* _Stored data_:
>>>>>
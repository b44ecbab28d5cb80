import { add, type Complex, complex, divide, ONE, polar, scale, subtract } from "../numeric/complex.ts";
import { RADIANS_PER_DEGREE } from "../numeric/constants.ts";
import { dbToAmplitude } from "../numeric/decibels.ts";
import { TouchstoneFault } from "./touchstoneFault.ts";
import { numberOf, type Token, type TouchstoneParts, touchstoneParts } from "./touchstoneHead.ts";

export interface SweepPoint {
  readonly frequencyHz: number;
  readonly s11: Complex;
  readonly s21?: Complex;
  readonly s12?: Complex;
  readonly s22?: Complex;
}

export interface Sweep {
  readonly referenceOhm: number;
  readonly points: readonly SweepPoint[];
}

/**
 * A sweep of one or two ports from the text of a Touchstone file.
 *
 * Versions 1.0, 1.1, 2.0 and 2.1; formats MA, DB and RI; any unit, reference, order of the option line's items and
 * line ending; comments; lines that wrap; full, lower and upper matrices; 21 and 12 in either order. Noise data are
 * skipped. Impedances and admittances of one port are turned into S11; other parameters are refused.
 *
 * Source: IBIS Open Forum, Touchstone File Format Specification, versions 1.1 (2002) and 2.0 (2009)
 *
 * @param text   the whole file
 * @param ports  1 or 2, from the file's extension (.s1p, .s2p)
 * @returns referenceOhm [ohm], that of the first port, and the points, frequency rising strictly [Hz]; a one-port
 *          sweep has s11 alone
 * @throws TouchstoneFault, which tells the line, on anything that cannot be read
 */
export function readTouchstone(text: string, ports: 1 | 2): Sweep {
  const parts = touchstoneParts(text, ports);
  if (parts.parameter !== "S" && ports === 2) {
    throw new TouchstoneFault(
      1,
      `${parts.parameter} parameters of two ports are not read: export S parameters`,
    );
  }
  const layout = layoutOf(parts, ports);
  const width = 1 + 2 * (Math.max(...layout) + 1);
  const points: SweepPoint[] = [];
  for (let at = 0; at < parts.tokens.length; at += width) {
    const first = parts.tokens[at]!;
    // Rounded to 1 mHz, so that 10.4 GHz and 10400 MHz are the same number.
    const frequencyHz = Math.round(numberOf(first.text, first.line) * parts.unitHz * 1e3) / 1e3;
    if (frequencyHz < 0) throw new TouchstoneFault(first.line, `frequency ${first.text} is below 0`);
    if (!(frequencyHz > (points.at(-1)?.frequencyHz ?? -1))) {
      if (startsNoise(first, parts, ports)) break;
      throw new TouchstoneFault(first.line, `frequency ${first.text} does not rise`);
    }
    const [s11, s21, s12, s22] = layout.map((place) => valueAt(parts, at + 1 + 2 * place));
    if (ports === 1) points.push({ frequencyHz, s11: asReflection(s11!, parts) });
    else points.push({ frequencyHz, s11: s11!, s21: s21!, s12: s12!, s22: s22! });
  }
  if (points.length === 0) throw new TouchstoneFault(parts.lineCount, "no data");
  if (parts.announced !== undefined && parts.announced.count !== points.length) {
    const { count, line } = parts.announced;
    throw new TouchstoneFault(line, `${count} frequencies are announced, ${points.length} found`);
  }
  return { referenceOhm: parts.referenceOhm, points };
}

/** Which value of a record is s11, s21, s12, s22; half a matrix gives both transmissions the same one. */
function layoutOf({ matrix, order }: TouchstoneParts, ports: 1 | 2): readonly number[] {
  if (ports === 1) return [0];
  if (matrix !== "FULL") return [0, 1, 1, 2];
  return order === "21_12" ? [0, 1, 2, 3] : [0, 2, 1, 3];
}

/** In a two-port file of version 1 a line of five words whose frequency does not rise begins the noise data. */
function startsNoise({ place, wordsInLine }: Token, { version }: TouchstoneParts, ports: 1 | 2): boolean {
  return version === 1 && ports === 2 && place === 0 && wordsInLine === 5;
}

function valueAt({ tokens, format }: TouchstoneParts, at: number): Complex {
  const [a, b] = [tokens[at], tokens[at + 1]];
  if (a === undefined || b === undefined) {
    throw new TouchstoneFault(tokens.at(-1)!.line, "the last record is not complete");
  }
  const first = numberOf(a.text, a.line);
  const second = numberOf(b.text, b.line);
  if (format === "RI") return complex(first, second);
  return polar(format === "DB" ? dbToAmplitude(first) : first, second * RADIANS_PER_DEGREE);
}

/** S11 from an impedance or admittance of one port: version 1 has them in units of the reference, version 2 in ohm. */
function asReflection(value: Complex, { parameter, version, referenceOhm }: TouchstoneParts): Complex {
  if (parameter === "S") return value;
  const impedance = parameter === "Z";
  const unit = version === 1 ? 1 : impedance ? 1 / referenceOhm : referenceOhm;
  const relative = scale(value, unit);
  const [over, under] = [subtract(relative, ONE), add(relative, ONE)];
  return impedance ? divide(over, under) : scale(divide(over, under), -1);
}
<<<<<
* _TASK DETAILS_: Beginning at the top of the entries above, output each line exactly, and end with the line in which "const parts = touchstoneParts(text, ports);" appears.

* _OUTPUT FOR THIS EXERCISE_:
repository b44ecbab28d5cb80
import { add, type Complex, complex, divide, ONE, polar, scale, subtract } from "../numeric/complex.ts";
import { RADIANS_PER_DEGREE } from "../numeric/constants.ts";
import { dbToAmplitude } from "../numeric/decibels.ts";
import { TouchstoneFault } from "./touchstoneFault.ts";
import { numberOf, type Token, type TouchstoneParts, touchstoneParts } from "./touchstoneHead.ts";

export interface SweepPoint {
  readonly frequencyHz: number;
  readonly s11: Complex;
  readonly s21?: Complex;
  readonly s12?: Complex;
  readonly s22?: Complex;
}

export interface Sweep {
  readonly referenceOhm: number;
  readonly points: readonly SweepPoint[];
}

/**
 * A sweep of one or two ports from the text of a Touchstone file.
 *
 * Versions 1.0, 1.1, 2.0 and 2.1; formats MA, DB and RI; any unit, reference, order of the option line's items and
 * line ending; comments; lines that wrap; full, lower and upper matrices; 21 and 12 in either order. Noise data are
 * skipped. Impedances and admittances of one port are turned into S11; other parameters are refused.
 *
 * Source: IBIS Open Forum, Touchstone File Format Specification, versions 1.1 (2002) and 2.0 (2009)
 *
 * @param text   the whole file
 * @param ports  1 or 2, from the file's extension (.s1p, .s2p)
 * @returns referenceOhm [ohm], that of the first port, and the points, frequency rising strictly [Hz]; a one-port
 *          sweep has s11 alone
 * @throws TouchstoneFault, which tells the line, on anything that cannot be read
 */
export function readTouchstone(text: string, ports: 1 | 2): Sweep {
  const parts = touchstoneParts(text, ports);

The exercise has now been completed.